### Task to carry out
Exactly the lines from the first line of the listing through the line containing "if text != n.Text" should appear in the output, unchanged.

════════════════

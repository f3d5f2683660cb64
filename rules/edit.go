package rules

import (
	"fmt"
	"math"
	"strconv"
	"strings"

	"dextral/core/convention"
	"dextral/core/identify"
	"dextral/core/matrix"
	"dextral/core/tolerance"
)

// Edit is a change of the numbers of one value that mends a finding.
//
// Numbers rarely tell which side of a contradiction is wrong, so an edit exists
// in two cases only. Either the numbers are made a rotation again and this
// moves the orientation by no more than its tolerance; or a file format or a
// declaration fixes an order, a twin value shows that the numbers stand in the
// other one, and no other claim contradicts either.
//
// An edit is offered only after the value as edited was judged again and
// nothing was found.
type Edit struct {
	Why          string   // what settles it
	Was, Now     []string // all numbers judged, as written and as they are to be
	Replacements []Replacement
}

// Replacement puts another text in the place of one number.
type Replacement struct {
	Place Place
	Old   string
	New   string
}

// Words say what is written for what.
func (e *Edit) Words() string {
	return fmt.Sprintf("%s for %s", strings.Join(e.Now, " "), strings.Join(e.Was, " "))
}

// ComponentText begins the text of a claim that is made by the names of
// components. Such numbers stand where their names are, not in an order.
const ComponentText = "components "

// edited makes the edit that writes the given texts for numbers of the value, by
// index, if the value is found right afterwards; else nil.
func (v *Value) edited(why string, texts map[int]string, right func(*Value) bool) *Edit {
	w := *v
	w.trial = true
	w.Numbers = append([]Number(nil), v.Numbers...)
	e := &Edit{Why: why}
	for i, n := range v.Numbers {
		text, ok := texts[i]
		if !ok {
			continue
		}
		read, ok := tolerance.Read(text)
		if _, plain := tolerance.Read(n.Text); !ok || !plain || n.Place.Line == 0 {
			return nil
		}
		e.Was, e.Now = append(e.Was, n.Text), append(e.Now, text)
		if text != n.Text {
			w.Numbers[i].Text, w.Numbers[i].Value = text, read.Value
			e.Replacements = append(e.Replacements, Replacement{n.Place, n.Text, text})
		}
	}
	if len(e.Replacements) == 0 || len(checkOne(&w)) > 0 || !right(&w) {
		return nil
	}
	return e
}

// normalised offers numbers divided or turned into the nearest rotation, by index,
// where this moves the orientation by no more than the tolerance.
func (v *Value) normalised(numbers map[int]float64, moved float64) *Edit {
	why := "the numbers are normalised, which stays within what float32 leaves open"
	allowed := v.precision()
	allowed.Double = false
	if v.Uncertainty > 0 {
		why = fmt.Sprintf("the numbers are normalised, which stays within the declared uncertainty of %s", degrees(v.Uncertainty))
	}
	if v.trial || !(moved <= v.toleranceOf(allowed)) {
		return nil
	}
	decimals := 0
	for i := range numbers {
		decimals = max(decimals, decimalsOf(v.Numbers[i].Text))
	}
	texts := map[int]string{}
	for i, x := range numbers {
		// Each number keeps its digits, unless the group is known better than they
		// show: where a writer drops zeros, 0.5 has as many digits as the others.
		least := 1
		if n, ok := tolerance.Read(v.Numbers[i].Text); !ok || n.Half > allowed.Half*(1+1e-9) {
			least = decimals
		}
		texts[i] = restyle(v.Numbers[i].Text, x, least, decimals)
	}
	return v.edited(why, texts, func(*Value) bool { return true })
}

// normalisedVector is the edit that gives the first n numbers of the value, which
// form a vector of the given length, the length one.
func (v *Value) normalisedVector(n int, length float64) *Edit {
	numbers := map[int]float64{}
	for i := range n {
		numbers[i] = v.Numbers[i].Value / length
	}
	moved := math.Asin(math.Min(1, math.Abs(length-1)))
	if v.Form == convention.Quaternion || v.Form == convention.AxisAngle {
		moved *= 2
	}
	return v.normalised(numbers, moved)
}

// normalisedMatrix is the edit that writes the nearest rotation, at the given
// Frobenius distance: 2 sqrt(2) sin(t/2) for rotations an angle t apart.
func (v *Value) normalisedMatrix(near matrix.Mat3, distance float64) *Edit {
	numbers := map[int]float64{}
	for i := range 3 {
		for j := range 3 {
			numbers[v.entry(i, j)] = near[i][j]
		}
	}
	return v.normalised(numbers, 2*math.Asin(math.Min(1, distance/(2*math.Sqrt2))))
}

// reordered is the edit for a quaternion whose scalar stands at the other end than
// a format or a declaration fixes, as its twin shows. The order of a flat matrix is
// not settled so: the other order is the reverse rotation, which may be meant.
func reordered(odd, twin *Value, change identify.Change) *Edit {
	claim, ok := odd.Claims.On(convention.OfScalar)
	if !ok || change != identify.ScalarOrder || odd.Form != convention.Quaternion || len(odd.Numbers) != 4 ||
		claim.Source < Declaration || len(odd.Claims.Conflicts(convention.OfScalar)) > 0 || odd.namedComponents() {
		return nil
	}
	order := []int{1, 2, 3, 0} // of the numbers as written, those to write
	if claim.Says == convention.ScalarFirst {
		order = []int{3, 0, 1, 2}
	}
	texts := map[int]string{}
	for to, from := range order {
		texts[to] = odd.Numbers[from].Text
	}
	why := fmt.Sprintf("the %s fixes %s, and only so do the numbers agree with %s", claim.Source, claim.Says, twin.name())
	return odd.edited(why, texts, func(w *Value) bool { return Compare(w, twin).Verdict == identify.Agree })
}

// namedComponents reports whether each number of a quaternion carries its name.
func (v *Value) namedComponents() bool {
	for _, c := range v.Claims {
		if c.Says.Subject() == convention.OfScalar && strings.HasPrefix(c.Text, ComponentText) {
			return true
		}
	}
	return false
}

// decimalsOf counts the digits behind the point.
func decimalsOf(text string) int {
	mantissa, _ := cutExponent(text)
	_, fraction, _ := strings.Cut(mantissa, ".")
	return len(fraction)
}

func cutExponent(text string) (mantissa, exponent string) {
	if i := strings.IndexAny(text, "eEdD"); i >= 0 {
		return text[:i], text[i:]
	}
	return text, ""
}

// restyle writes a number as another one is written: with its exponent, its plus
// sign, its bare point and its digits behind the point, unless these are fewer than
// least: then as many as are given.
func restyle(like string, x float64, least, decimals int) string {
	mantissa, exponent := cutExponent(like)
	switch {
	case x == 0:
		return like // a zero stays as it is
	case strings.ContainsAny(like, "xX_"):
		return "" // a style of its own: nothing is offered
	}
	if d := decimalsOf(like); d >= least {
		decimals = d
	}
	if exponent != "" {
		e, err := strconv.Atoi(strings.TrimPrefix(exponent[1:], "+"))
		if err != nil {
			return ""
		}
		x /= math.Pow10(e)
	}
	s := strconv.FormatFloat(x, 'f', decimals, 64)
	if strings.Trim(s, "-0.") == "" {
		s = strings.TrimPrefix(s, "-")
	}
	unsigned := strings.TrimLeft(mantissa, "+-")
	if strings.HasPrefix(unsigned, ".") {
		s = strings.Replace(s, "0.", ".", 1)
	}
	if strings.HasPrefix(mantissa, "+") && x > 0 {
		s = "+" + s
	}
	return s + exponent
}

════════════════

### Expected answer
repository f3d5f2683660cb64
filename rules/edit.go
package rules

import (
	"fmt"
	"math"
	"strconv"
	"strings"

	"dextral/core/convention"
	"dextral/core/identify"
	"dextral/core/matrix"
	"dextral/core/tolerance"
)

// Edit is a change of the numbers of one value that mends a finding.
//
// Numbers rarely tell which side of a contradiction is wrong, so an edit exists
// in two cases only. Either the numbers are made a rotation again and this
// moves the orientation by no more than its tolerance; or a file format or a
// declaration fixes an order, a twin value shows that the numbers stand in the
// other one, and no other claim contradicts either.
//
// An edit is offered only after the value as edited was judged again and
// nothing was found.
type Edit struct {
	Why          string   // what settles it
	Was, Now     []string // all numbers judged, as written and as they are to be
	Replacements []Replacement
}

// Replacement puts another text in the place of one number.
type Replacement struct {
	Place Place
	Old   string
	New   string
}

// Words say what is written for what.
func (e *Edit) Words() string {
	return fmt.Sprintf("%s for %s", strings.Join(e.Now, " "), strings.Join(e.Was, " "))
}

// ComponentText begins the text of a claim that is made by the names of
// components. Such numbers stand where their names are, not in an order.
const ComponentText = "components "

// edited makes the edit that writes the given texts for numbers of the value, by
// index, if the value is found right afterwards; else nil.
func (v *Value) edited(why string, texts map[int]string, right func(*Value) bool) *Edit {
	w := *v
	w.trial = true
	w.Numbers = append([]Number(nil), v.Numbers...)
	e := &Edit{Why: why}
	for i, n := range v.Numbers {
		text, ok := texts[i]
		if !ok {
			continue
		}
		read, ok := tolerance.Read(text)
		if _, plain := tolerance.Read(n.Text); !ok || !plain || n.Place.Line == 0 {
			return nil
		}
		e.Was, e.Now = append(e.Was, n.Text), append(e.Now, text)
		if text != n.Text {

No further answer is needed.